07 December 2020 5:47AM

The Customer Owned Banking Code Compliance Committee has raised concerns about privacy breaches and the sale of consumer credit insurance in its 2019/20 annual report.

COBCCC said privacy, followed by customer service, has been the top category of self-reported code breaches over the past three years, with each category making up about one-third of breaches.

The committee conduct an inquiry on how its subscribers are handling privacy and came up with a number of recommendations. It said subscribers could improve their practice by ensuring that documents are destroyed or de-identified when no longer required, and by developing policies that detail the steps required to disclose information to overseas recipients.

The committee also conducted an inquiry into the sale of consumer credit insurance.

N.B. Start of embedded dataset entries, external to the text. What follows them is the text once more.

"""The Fairness sheet of the workbook: the caution, the findings in words, then the tables."""

from __future__ import annotations

from openpyxl.worksheet.pagebreak import Break
from openpyxl.worksheet.worksheet import Worksheet

from scorecard.evaluation.fairness import FairnessReport
from scorecard.outputs.cautions import CAUTION as _GENERAL
from scorecard.outputs.cautions import SCREEN
from scorecard.outputs.workbook import style
from scorecard.outputs.workbook.tables import safe_value, set_print_layout, write_table

CAUTION = f"{_GENERAL} {SCREEN}"
NO_FINDINGS = ("No characteristic reaches the proxy limit and no group falls below four-fifths "
               "of the most favoured group's approval rate at these cut-offs.")
# The caution spans the width of the widest table, so it reads as one paragraph above them.
_CAUTION_COLUMNS = 8


GROUP_TABLES = 2           # index of the first table by group


def write_fairness_sheet(ws: Worksheet, report: FairnessReport) -> int:
    """Write the fair-lending check into ``ws``.

    The sheet opens with the caution, then the findings (each flag as a sentence, so that
    nothing rests on colour), the notes on method, and four tables: association with the
    protected columns, the cut-off scores, approval rates by group, and bad rate and average
    score by group.

    Parameters
    ----------
    ws : Worksheet
    report : FairnessReport

    Returns
    -------
    int
        The last row written.

    Examples
    --------
    >>> import pandas as pd
    >>> from openpyxl import Workbook
    >>> empty = pd.DataFrame()
    >>> report = FairnessReport(pd.DataFrame({"Characteristic": ["x"], "Cramér's V": [0.2]}),
    ...                         empty, empty, empty, "holdout", ("x may stand in for age",), ())
    >>> ws = Workbook().active
    >>> last = write_fairness_sheet(ws, report)
    >>> ws["A2"].value.startswith("A scorecard is a statistical aid")
    True
    """
    ws.cell(1, 1, "Fairness check").font = style.TITLE_FONT
    _caution(ws, 2)
    row = _lines(ws, 4, "Findings", report.flags or (NO_FINDINGS,), style.BOLD)
    row = _lines(ws, row + 1, "How the figures were made", report.notes, style.NOTE_FONT)
    sample = report.sample
    tables = (
        (report.proxies, "Association of protected columns with the scorecard's bins "
                         "(development sample)",
         {"Mutual information (bits)": style.WOE, "Cramér's V": style.MEASURE}),
        (report.cutoffs, f"Cut-off scores ({sample} sample)",
         {"Target approval share": style.PERCENT, "Achieved approval share": style.PERCENT}),
        (report.impact, f"Approval rate by group at each cut-off ({sample} sample)",
         {"Rows": style.COUNT, "Approval rate": style.PERCENT,
          "Ratio to most favoured": style.MEASURE}),
        (report.risk, "Bad rate and average score by group (sample in each row)",
         {"Rows": style.COUNT, "Goods": style.COUNT, "Bads": style.COUNT,
          "Bad rate": style.PERCENT, "Predicted bad rate": style.PERCENT,
          "Average score": "0.0"}),
    )
    for k, (frame, title, formats) in enumerate(tables):
        if k == GROUP_TABLES:
            # The tables by group are the long ones: they start a printed page with their
            # headings rather than run on from the first page without them.
            ws.row_breaks.append(Break(id=row))
        used = {name: f for name, f in formats.items() if name in frame.columns}
        _, row = write_table(ws, frame, start_row=row + 1, formats=used, title=title)
        row += 1
    set_print_layout(ws)
    return row - 1


def _caution(ws: Worksheet, row: int) -> None:
    cell = ws.cell(row, 1, CAUTION)
    cell.font = style.BOLD
    cell.alignment = style.WRAP
    ws.merge_cells(start_row=row, start_column=1, end_row=row, end_column=_CAUTION_COLUMNS)
    ws.row_dimensions[row].height = 48


def _lines(ws: Worksheet, row: int, heading: str, lines, font) -> int:
    """A heading and one line of text per entry; returns the next free row."""
    ws.cell(row, 1, heading).font = style.HEADING_FONT
    for i, text in enumerate(lines, start=row + 1):
        # Findings quote column names and group labels from the data: keep them plain text.
        ws.cell(i, 1, safe_value(text)).font = font
    return row + 1 + len(lines)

It found that subscribers were not reviewing their products annually, as recommended by COBA.

Only two subscribers specified that their reviews considered their products’ usefulness, reliability or value for customers, as required under the Code.

The number of code breaches reported by COBCCC’s 60 subscribers increased by almost 25 per cent to 2537 in 2019/20, compared with the previous year.

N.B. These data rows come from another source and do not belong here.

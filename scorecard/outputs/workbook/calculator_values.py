"""How the Calculator finds, by formula, the attribute of a typed numeric value.

Each numeric characteristic's rules are written as rows of a small table under the calculator,
so a reviewer can read them and the formulas refer to them:

- its ranges, whose lower bounds (the cuts) form the cut table: ``MATCH(value, cuts, 1)`` counts
  the cuts at or below the value, which is the product's own rule (a range holds its lower
  bound, ``lower <= value < upper``, as in ``card.scoring.bin_codes``);
- its sentinel values, found by an exact ``MATCH``;
- the missing attribute, for an empty cell;
- the out-of-range attribute, when the scorecard has one, for a value outside the development
  range.

The tests run in the order of ``card.scoring.bin_codes``: an empty cell, a sentinel, out of
range, then the ranges. Text that is not a number gives ``#N/A``.

A segment's calculator in a segmented workbook takes raw values for its categorical
characteristics too (the segments' cards group levels differently, so one typed level serves
them all): each level is then a row of the table, found by an exact, case-sensitive match
(``EXACT``); an empty cell finds the missing attribute and a level the card never saw its
unseen attribute, as ``bin_codes`` places them, and ``#N/A`` where the card has no such
attribute (``scorecard score`` refuses the file then).
"""

from __future__ import annotations

from openpyxl.utils import get_column_letter, quote_sheetname
from openpyxl.workbook.defined_name import DefinedName
from openpyxl.worksheet.worksheet import Worksheet

from scorecard.card import frames as card_frames
from scorecard.card.scorecard import LEVELS, MISSING, OUT_OF_RANGE, RANGE, SENTINEL, UNSEEN
from scorecard.outputs.workbook import style
from scorecard.outputs.workbook.tables import safe_value

HEADERS = ["Characteristic", "Attribute", "A typed value falls here when", "From", "To"]
# The table stands to the right of the calculator with its header in row 1, the row printed
# on every page, so each printed page of it carries its own headings.
FIRST_COLUMN = 7
ATTRIBUTE_COLUMN, FROM_COLUMN, TO_COLUMN = (get_column_letter(FIRST_COLUMN + k) for k in (1, 3, 4))


def write_value_rules(ws: Worksheet, card, name_of, levels: bool = False) -> dict:
    """Write the rules table, its header in row 1 from column ``FIRST_COLUMN``.

    ``name_of(prefix, characteristic)`` returns a fresh workbook name. Returns, per numeric
    characteristic (and per categorical one when ``levels``: typed levels), a function from an
    input cell (``"B2"``) to the formula (without ``=``) of the attribute that cell's value
    falls in.
    """
    header = 1
    for col, text in enumerate(HEADERS, start=FIRST_COLUMN):
        cell = ws.cell(header, col, text)
        cell.font, cell.fill, cell.border = style.HEADER_FONT, style.HEADER_FILL, style.HEADER_BORDER
        cell.alignment = style.HEADER_RIGHT if text in ("From", "To") else style.HEADER_LEFT
    row, formulas = header + 1, {}
    for char in card.characteristics:
        if char.kind == "numeric":
            row, formulas[char.name] = _rules_of(ws, char, row, name_of)
        elif levels:
            row, formulas[char.name] = _levels_of(ws, char, row, name_of)
    for k, text in enumerate(HEADERS):
        longest = max([len(str(ws.cell(r, FIRST_COLUMN + k).value or "")) for r in range(2, row)]
                      + [len(text) if k < 3 else 8])
        ws.column_dimensions[get_column_letter(FIRST_COLUMN + k)].width = min(60, longest + 3)
    # A narrow gap between the calculator and the table.
    ws.column_dimensions[get_column_letter(FIRST_COLUMN - 1)].width = 3
    return formulas


def _rules_of(ws, char, row, name_of):
    labels = card_frames.attribute_labels(char)
    placed = {}                                    # bin kind -> rows, in the order of the bins
    # The cut table holds the scorecard's own cuts, the numbers its scoring compares with.
    ranges = [i for i, b in enumerate(char.bins) if b.kind == RANGE]
    cut_of = dict(zip(ranges[1:], char.cuts)) if len(char.cuts) == len(ranges) - 1 else {}
    for i, (label, b) in enumerate(zip(labels, char.bins)):
        rule, low, high = _rule(char, b)
        if i in cut_of:
            low = cut_of[i]
        if rule is None:
            continue
        first = FIRST_COLUMN
        ws.cell(row, first, safe_value(char.name)).alignment = style.TEXT
        ws.cell(row, first + 1, safe_value(label)).alignment = style.TEXT
        ws.cell(row, first + 2, rule).alignment = style.TEXT
        ws.cell(row, first + 3, low)
        ws.cell(row, first + 4, high)
        placed.setdefault(b.kind, []).append(row)
        row += 1
    ranges = placed.get(RANGE, [])
    attribute = _range_attribute(ws, char, ranges, name_of)
    if OUT_OF_RANGE in placed:
        r = placed[OUT_OF_RANGE][0]
        attribute = (f"IF(OR({{cell}}<${FROM_COLUMN}${r},{{cell}}>${TO_COLUMN}${r}),"
                     f"${ATTRIBUTE_COLUMN}${r},{attribute})")
    if SENTINEL in placed:
        rows = placed[SENTINEL]
        values = name_range(ws, name_of("sentinels", char), FROM_COLUMN, rows[0], rows[-1])
        named = name_range(ws, name_of("sentinel_attributes", char), ATTRIBUTE_COLUMN,
                      rows[0], rows[-1])
        attribute = f"IFERROR(INDEX({named},MATCH({{cell}},{values},0)),{attribute})"
    missing = (f"${ATTRIBUTE_COLUMN}${placed[MISSING][0]}" if MISSING in placed else "NA()")
    template = f"IF(ISBLANK({{cell}}),{missing},IF(ISNUMBER({{cell}}),{attribute},NA()))"
    return row, lambda cell: template.replace("{cell}", cell)


def _levels_of(ws, char, row, name_of):
    """Rows of a categorical characteristic's levels; the formula of a typed level's attribute."""
    labels = card_frames.attribute_labels(char)
    first, special = row, {}
    for label, b in zip(labels, char.bins):
        for level in b.levels:
            ws.cell(row, FIRST_COLUMN, safe_value(char.name)).alignment = style.TEXT
            ws.cell(row, FIRST_COLUMN + 1, safe_value(label)).alignment = style.TEXT
            ws.cell(row, FIRST_COLUMN + 2, "value = From (a level)").alignment = style.TEXT
            ws.cell(row, FIRST_COLUMN + 3, safe_value(level)).alignment = style.TEXT
            row += 1
    last = row - 1
    for label, b in zip(labels, char.bins):
        if b.kind in (MISSING, UNSEEN):
            ws.cell(row, FIRST_COLUMN, safe_value(char.name)).alignment = style.TEXT
            ws.cell(row, FIRST_COLUMN + 1, safe_value(label)).alignment = style.TEXT
            ws.cell(row, FIRST_COLUMN + 2, "the cell is empty" if b.kind == MISSING
                    else "any other level (not seen in development)").alignment = style.TEXT
            special[b.kind] = f"${ATTRIBUTE_COLUMN}${row}"
            row += 1
    missing, unseen = special.get(MISSING, "NA()"), special.get(UNSEEN, "NA()")
    if last < first:
        found = unseen
    else:
        values = name_range(ws, name_of("levels", char), FROM_COLUMN, first, last)
        named = name_range(ws, name_of("level_attributes", char), ATTRIBUTE_COLUMN, first, last)
        hits = f"SUMPRODUCT(EXACT({values},{{cell}})*1)"
        at = f"SUMPRODUCT(EXACT({values},{{cell}})*(ROW({values})-{first - 1}))"
        found = f"IF({hits}=1,INDEX({named},{at}),{unseen})"
    template = f"IF(ISBLANK({{cell}}),{missing},{found})"
    return row, lambda cell: template.replace("{cell}", cell)


def _range_attribute(ws, char, rows, name_of) -> str:
    """Formula text of the range attribute of ``{cell}``: the cut table looked up by MATCH."""
    if len(rows) == 1:
        return f"${ATTRIBUTE_COLUMN}${rows[0]}"
    cuts = name_range(ws, name_of("cuts", char), FROM_COLUMN, rows[1], rows[-1])
    ranges = name_range(ws, name_of("ranges", char), ATTRIBUTE_COLUMN, rows[0], rows[-1])
    # Below the first cut MATCH finds nothing: the first range.
    return f"INDEX({ranges},IFERROR(MATCH({{cell}},{cuts},1),0)+1)"


def name_range(ws, name: str, column: str, first: int, last: int) -> str:
    """Name the cells from ``first`` to ``last`` of ``column`` of ``ws``; returns ``name``."""
    ws.parent.defined_names[name] = DefinedName(
        name, attr_text=f"{quote_sheetname(ws.title)}!${column}${first}:${column}${last}")
    return name


def _rule(char, b) -> tuple[str | None, float | None, float | None]:
    """The words of a bin's rule and its bounds, or (None, ...) for a bin no value reaches."""
    if b.kind == RANGE:
        if b.lower is None and b.upper is None:
            return "any other number", None, None
        if b.lower is None:
            return "value < To", None, b.upper
        if b.upper is None:
            return "value >= From", b.lower, None
        return "From <= value < To", b.lower, b.upper
    if b.kind == SENTINEL:
        return "value = From (a sentinel)", b.value, None
    if b.kind == MISSING:
        return "the cell is empty", None, None
    if b.kind == OUT_OF_RANGE and char.development_range is not None:
        low, high = char.development_range
        return "value < From or value > To (outside development)", low, high
    return None, None, None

However, the proportion of subscribers reporting breaches fell from 85 per cent in 2018/19 to 73 per cent in the year to June.

Around 821,000 customers were directly financially affected by breaches, with 124,000 customers receiving the wrong payments on deposits because of a programming error, and 120,000 customers having their privacy breached after a third-party data host was attacked.Complaint numbers were similar to previous years, at 27,041.

Deposit taking products and service levels continue to be the major areas of concern.

Deposit-taking products accounted for 39 per cent of self-reported complaints and complaints relating to payments made up 27 per cent of all self-reported complaints. Credit products were the subject of 17 per cent of complaints.

The committee started seven new code breach investigations and continued to investigate two existing breach allegations that remained open at June 30.

Three of the cases involved responsible lending, three involved services issues, such as delays in providing service. Five involved the same subscriber.